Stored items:
______________________________
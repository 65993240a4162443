//! Tests of the tables and of the program they pose.

use super::*;
use crate::problem::Functional;

fn bus(number: u32, load_mw: f64, load_mvar: f64) -> Bus {
    let (v_min, v_max) = (0.9, 1.1);
    Bus { number, load_mw, load_mvar, shunt_mw: 0.0, shunt_mvar: 0.0, v_min, v_max }
}

fn line(from: u32, to: u32, r: f64, x: f64, b: f64) -> Line {
    Line { from, to, r, x, b, limit_mva: None }
}

fn generator(bus: u32, cost_squared: f64) -> Generator {
    Generator {
        bus,
        p_min_mw: 10.0,
        p_max_mw: Some(400.0),
        q_min_mvar: Some(-300.0),
        q_max_mvar: Some(300.0),
        cost_squared,
        cost_linear: 3.0,
        cost_constant: 7.0,
    }
}

/// Two buses; bus 20 is the reference and comes second.
fn pair() -> Network {
    Network {
        title: String::new(),
        source: String::new(),
        base_mva: 50.0,
        reference: 20,
        bus: vec![bus(10, 30.0, 10.0), bus(20, 0.0, 0.0)],
        line: vec![Line { limit_mva: Some(45.0), ..line(10, 20, 0.02, 0.1, 0.06) }],
        generator: vec![generator(20, 0.25)],
    }
}

/// Evaluates a functional at blocks by their dense entries and scalars.
fn evaluate(functional: &Functional, blocks: &[Vec<Vec<f64>>], scalars: &[f64]) -> f64 {
    let mut sum: f64 = functional.orthant.iter().map(|(i, v)| v * scalars[i]).sum();
    for (block, part) in &functional.parts {
        for (i, j, v) in part.to_sparse().iter() {
            sum += (if i == j { 1.0 } else { 2.0 }) * v * blocks[*block][i][j];
        }
    }
    sum
}

/// Builds the whole point by hand from two voltages, checks that every row holds, and compares the cost.
#[test]
fn a_power_flow_by_hand_is_feasible_and_costs_what_it_should() {
    let mut network = pair();
    let (v, u) = ((1.0, -0.02), (1.03, 0.0));
    let (g, b) = (0.02 / 0.0104, -0.1 / 0.0104);
    let leaving = |v: (f64, f64), u: (f64, f64)| {
        let (own, other) = ((g, b + 0.03), (g, b));
        let i = (
            own.0 * v.0 - own.1 * v.1 - (other.0 * u.0 - other.1 * u.1),
            own.0 * v.1 + own.1 * v.0 - (other.0 * u.1 + other.1 * u.0),
        );
        (v.0 * i.0 + v.1 * i.1, v.1 * i.0 - v.0 * i.1)
    };
    let (out, back) = (leaving(v, u), leaving(u, v));
    // The load is what the line brings, so that the voltages solve the power flow.
    network.bus[0].load_mw = -out.0 * 50.0;
    network.bus[0].load_mvar = -out.1 * 50.0;
    assert!(out.0 < -0.1 && back.0 > 0.1, "the flow goes to the load: {out:?} {back:?}");
    let problem = network.problem().unwrap();
    let w = [v.0, u.0, v.1];
    let outer = |w: &[f64]| -> Vec<Vec<f64>> {
        w.iter().map(|a| w.iter().map(|b| a * b).collect()).collect()
    };
    let arrow = |(p, q): (f64, f64)| vec![vec![0.9, p, q], vec![p, 0.9, 0.0], vec![q, 0.0, 0.9]];
    let blocks = vec![outer(&w), outer(&[1.0, back.0]), arrow(out), arrow(back)];
    let squares = [v.0 * v.0 + v.1 * v.1, u.0 * u.0];
    let above = back.0 - 0.2;
    let (low, high) = (0.9 * 0.9, 1.1 * 1.1);
    let scalars = [
        above,
        7.8 - above,
        squares[0] - low,
        high - squares[0],
        back.1 + 6.0,
        6.0 - back.1,
        squares[1] - low,
        high - squares[1],
    ];
    assert_eq!(problem.orthant(), scalars.len());
    for (i, (row, rhs)) in problem.constraints().iter().zip(problem.rhs()).enumerate() {
        let value = evaluate(row, &blocks, &scalars);
        assert!((value - rhs).abs() < 1e-12, "row {}: {value} against {rhs}", i + 1);
    }
    let p = back.0 * 50.0;
    let cost = evaluate(problem.cost(), &blocks, &scalars);
    assert!((cost - (0.25 * p * p + 3.0 * p + 7.0)).abs() < 1e-10);
    assert!(scalars.iter().all(|s| *s > 0.0));
    assert_eq!(problem.blocks()[0].rank, Some(1));
    assert!(problem.blocks()[1..].iter().all(|block| block.rank.is_none()));
}

#[test]
fn fixed_and_linear_generators_keep_their_costs() {
    let mut network = pair();
    network.line[0].limit_mva = None;
    network.generator = vec![
        Generator { p_min_mw: 20.0, p_max_mw: Some(20.0), ..generator(20, 0.5) },
        Generator { p_max_mw: None, q_max_mvar: None, ..generator(20, 0.0) },
    ];
    let problem = network.problem().unwrap();
    // Scalars: the second generator above 10 MW; the voltage pairs; one reactive slack; the constant.
    assert_eq!(problem.blocks().len(), 1);
    assert_eq!(problem.orthant(), 1 + 2 + 2 + 1 + 1);
    let mut scalars = vec![0.0; 7];
    scalars[0] = 0.4;
    scalars[6] = 1.0;
    let cost = evaluate(problem.cost(), &[vec![vec![0.0; 3]; 3]], &scalars);
    // 20 MW at 0.5 P^2 + 3 P + 7 and 10 + 20 MW at 3 P + 7.
    assert!((cost - (200.0 + 60.0 + 7.0 + 90.0 + 7.0)).abs() < 1e-10, "{cost}");
}

#[test]
fn each_number_that_cannot_be_is_named() {
    type Spoil = fn(&mut Network);
    let cases: &[(Spoil, Table, &str)] = &[
        (|n| n.base_mva = 0.0, Table::Network, "base_mva"),
        (|n| n.reference = 12, Table::Network, "reference"),
        (|n| n.bus[1].number = 10, Table::Bus, "number"),
        (|n| n.bus[1].load_mw = f64::NAN, Table::Bus, "load_mw"),
        (|n| n.bus[0].v_min = 0.0, Table::Bus, "v_min"),
        (|n| n.bus[0].v_max = 0.8, Table::Bus, "v_max"),
        (|n| n.bus.push(bus(30, 0.0, 0.0)), Table::Bus, "number"),
        (|n| n.line[0].to = 30, Table::Line, "to"),
        (|n| n.line[0].to = 10, Table::Line, "to"),
        (|n| n.line[0].r = -0.1, Table::Line, "r"),
        (|n| (n.line[0].r, n.line[0].x) = (0.0, 0.0), Table::Line, "x"),
        (|n| n.line[0].limit_mva = Some(-1.0), Table::Line, "limit_mva"),
        (|n| n.generator[0].bus = 1, Table::Generator, "bus"),
        (|n| n.generator[0].p_max_mw = Some(9.0), Table::Generator, "p_max_mw"),
        (|n| n.generator[0].q_max_mvar = Some(-301.0), Table::Generator, "q_max_mvar"),
        (|n| n.generator[0].cost_squared = -1.0, Table::Generator, "cost_squared"),
        (|n| n.generator[0].cost_linear = f64::INFINITY, Table::Generator, "cost_linear"),
    ];
    assert!(pair().check().is_ok());
    for (spoil, table, key) in cases {
        let mut network = pair();
        spoil(&mut network);
        let error = network.problem().unwrap_err();
        assert_eq!((error.table, error.key), (*table, *key), "{error}");
    }
    let mut network = pair();
    network.generator[0].bus = 12;
    assert!(network.check().unwrap_err().to_string().ends_with("the nearest is 10"));
}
______________________________
- [WHAT THIS TASK INVOLVES]:
Each line of the data should be transcribed exactly.

- [EXERCISE SOLUTION]:
repository 65993240a4162443
//! Tests of the tables and of the program they pose.

use super::*;
use crate::problem::Functional;

fn bus(number: u32, load_mw: f64, load_mvar: f64) -> Bus {
    let (v_min, v_max) = (0.9, 1.1);
    Bus { number, load_mw, load_mvar, shunt_mw: 0.0, shunt_mvar: 0.0, v_min, v_max }
}

fn line(from: u32, to: u32, r: f64, x: f64, b: f64) -> Line {
    Line { from, to, r, x, b, limit_mva: None }
}

fn generator(bus: u32, cost_squared: f64) -> Generator {
    Generator {
        bus,
        p_min_mw: 10.0,
        p_max_mw: Some(400.0),
        q_min_mvar: Some(-300.0),
        q_max_mvar: Some(300.0),
        cost_squared,
        cost_linear: 3.0,
        cost_constant: 7.0,
    }
}

/// Two buses; bus 20 is the reference and comes second.
fn pair() -> Network {
    Network {
        title: String::new(),
        source: String::new(),
        base_mva: 50.0,
        reference: 20,
        bus: vec![bus(10, 30.0, 10.0), bus(20, 0.0, 0.0)],
        line: vec![Line { limit_mva: Some(45.0), ..line(10, 20, 0.02, 0.1, 0.06) }],
        generator: vec![generator(20, 0.25)],
    }
}

/// Evaluates a functional at blocks by their dense entries and scalars.
fn evaluate(functional: &Functional, blocks: &[Vec<Vec<f64>>], scalars: &[f64]) -> f64 {
    let mut sum: f64 = functional.orthant.iter().map(|(i, v)| v * scalars[i]).sum();
    for (block, part) in &functional.parts {
        for (i, j, v) in part.to_sparse().iter() {
            sum += (if i == j { 1.0 } else { 2.0 }) * v * blocks[*block][i][j];
        }
    }
    sum
}

/// Builds the whole point by hand from two voltages, checks that every row holds, and compares the cost.
#[test]
fn a_power_flow_by_hand_is_feasible_and_costs_what_it_should() {
    let mut network = pair();
    let (v, u) = ((1.0, -0.02), (1.03, 0.0));
    let (g, b) = (0.02 / 0.0104, -0.1 / 0.0104);
    let leaving = |v: (f64, f64), u: (f64, f64)| {
        let (own, other) = ((g, b + 0.03), (g, b));
        let i = (
            own.0 * v.0 - own.1 * v.1 - (other.0 * u.0 - other.1 * u.1),
            own.0 * v.1 + own.1 * v.0 - (other.0 * u.1 + other.1 * u.0),
        );
        (v.0 * i.0 + v.1 * i.1, v.1 * i.0 - v.0 * i.1)
    };
    let (out, back) = (leaving(v, u), leaving(u, v));
    // The load is what the line brings, so that the voltages solve the power flow.
    network.bus[0].load_mw = -out.0 * 50.0;
    network.bus[0].load_mvar = -out.1 * 50.0;
    assert!(out.0 < -0.1 && back.0 > 0.1, "the flow goes to the load: {out:?} {back:?}");
    let problem = network.problem().unwrap();
    let w = [v.0, u.0, v.1];
    let outer = |w: &[f64]| -> Vec<Vec<f64>> {
        w.iter().map(|a| w.iter().map(|b| a * b).collect()).collect()
    };
    let arrow = |(p, q): (f64, f64)| vec![vec![0.9, p, q], vec![p, 0.9, 0.0], vec![q, 0.0, 0.9]];
    let blocks = vec![outer(&w), outer(&[1.0, back.0]), arrow(out), arrow(back)];
    let squares = [v.0 * v.0 + v.1 * v.1, u.0 * u.0];
    let above = back.0 - 0.2;
    let (low, high) = (0.9 * 0.9, 1.1 * 1.1);
    let scalars = [
        above,
        7.8 - above,
        squares[0] - low,
        high - squares[0],
        back.1 + 6.0,
        6.0 - back.1,
        squares[1] - low,
        high - squares[1],
    ];
    assert_eq!(problem.orthant(), scalars.len());
    for (i, (row, rhs)) in problem.constraints().iter().zip(problem.rhs()).enumerate() {
        let value = evaluate(row, &blocks, &scalars);
        assert!((value - rhs).abs() < 1e-12, "row {}: {value} against {rhs}", i + 1);
    }
    let p = back.0 * 50.0;
    let cost = evaluate(problem.cost(), &blocks, &scalars);
    assert!((cost - (0.25 * p * p + 3.0 * p + 7.0)).abs() < 1e-10);
    assert!(scalars.iter().all(|s| *s > 0.0));
    assert_eq!(problem.blocks()[0].rank, Some(1));
    assert!(problem.blocks()[1..].iter().all(|block| block.rank.is_none()));
}

#[test]
fn fixed_and_linear_generators_keep_their_costs() {
    let mut network = pair();
    network.line[0].limit_mva = None;
    network.generator = vec![
        Generator { p_min_mw: 20.0, p_max_mw: Some(20.0), ..generator(20, 0.5) },
        Generator { p_max_mw: None, q_max_mvar: None, ..generator(20, 0.0) },
    ];
    let problem = network.problem().unwrap();
    // Scalars: the second generator above 10 MW; the voltage pairs; one reactive slack; the constant.
    assert_eq!(problem.blocks().len(), 1);
    assert_eq!(problem.orthant(), 1 + 2 + 2 + 1 + 1);
    let mut scalars = vec![0.0; 7];
    scalars[0] = 0.4;
    scalars[6] = 1.0;
    let cost = evaluate(problem.cost(), &[vec![vec![0.0; 3]; 3]], &scalars);
    // 20 MW at 0.5 P^2 + 3 P + 7 and 10 + 20 MW at 3 P + 7.
    assert!((cost - (200.0 + 60.0 + 7.0 + 90.0 + 7.0)).abs() < 1e-10, "{cost}");
}

#[test]
fn each_number_that_cannot_be_is_named() {
    type Spoil = fn(&mut Network);
    let cases: &[(Spoil, Table, &str)] = &[
        (|n| n.base_mva = 0.0, Table::Network, "base_mva"),
        (|n| n.reference = 12, Table::Network, "reference"),
        (|n| n.bus[1].number = 10, Table::Bus, "number"),
        (|n| n.bus[1].load_mw = f64::NAN, Table::Bus, "load_mw"),
        (|n| n.bus[0].v_min = 0.0, Table::Bus, "v_min"),
        (|n| n.bus[0].v_max = 0.8, Table::Bus, "v_max"),
        (|n| n.bus.push(bus(30, 0.0, 0.0)), Table::Bus, "number"),
        (|n| n.line[0].to = 30, Table::Line, "to"),
        (|n| n.line[0].to = 10, Table::Line, "to"),
        (|n| n.line[0].r = -0.1, Table::Line, "r"),
        (|n| (n.line[0].r, n.line[0].x) = (0.0, 0.0), Table::Line, "x"),
        (|n| n.line[0].limit_mva = Some(-1.0), Table::Line, "limit_mva"),
        (|n| n.generator[0].bus = 1, Table::Generator, "bus"),
        (|n| n.generator[0].p_max_mw = Some(9.0), Table::Generator, "p_max_mw"),
        (|n| n.generator[0].q_max_mvar = Some(-301.0), Table::Generator, "q_max_mvar"),
        (|n| n.generator[0].cost_squared = -1.0, Table::Generator, "cost_squared"),
        (|n| n.generator[0].cost_linear = f64::INFINITY, Table::Generator, "cost_linear"),
    ];
    assert!(pair().check().is_ok());
    for (spoil, table, key) in cases {
        let mut network = pair();
        spoil(&mut network);
        let error = network.problem().unwrap_err();
        assert_eq!((error.table, error.key), (*table, *key), "{error}");
    }
    let mut network = pair();
    network.generator[0].bus = 12;
    assert!(network.check().unwrap_err().to_string().ends_with("the nearest is 10"));
}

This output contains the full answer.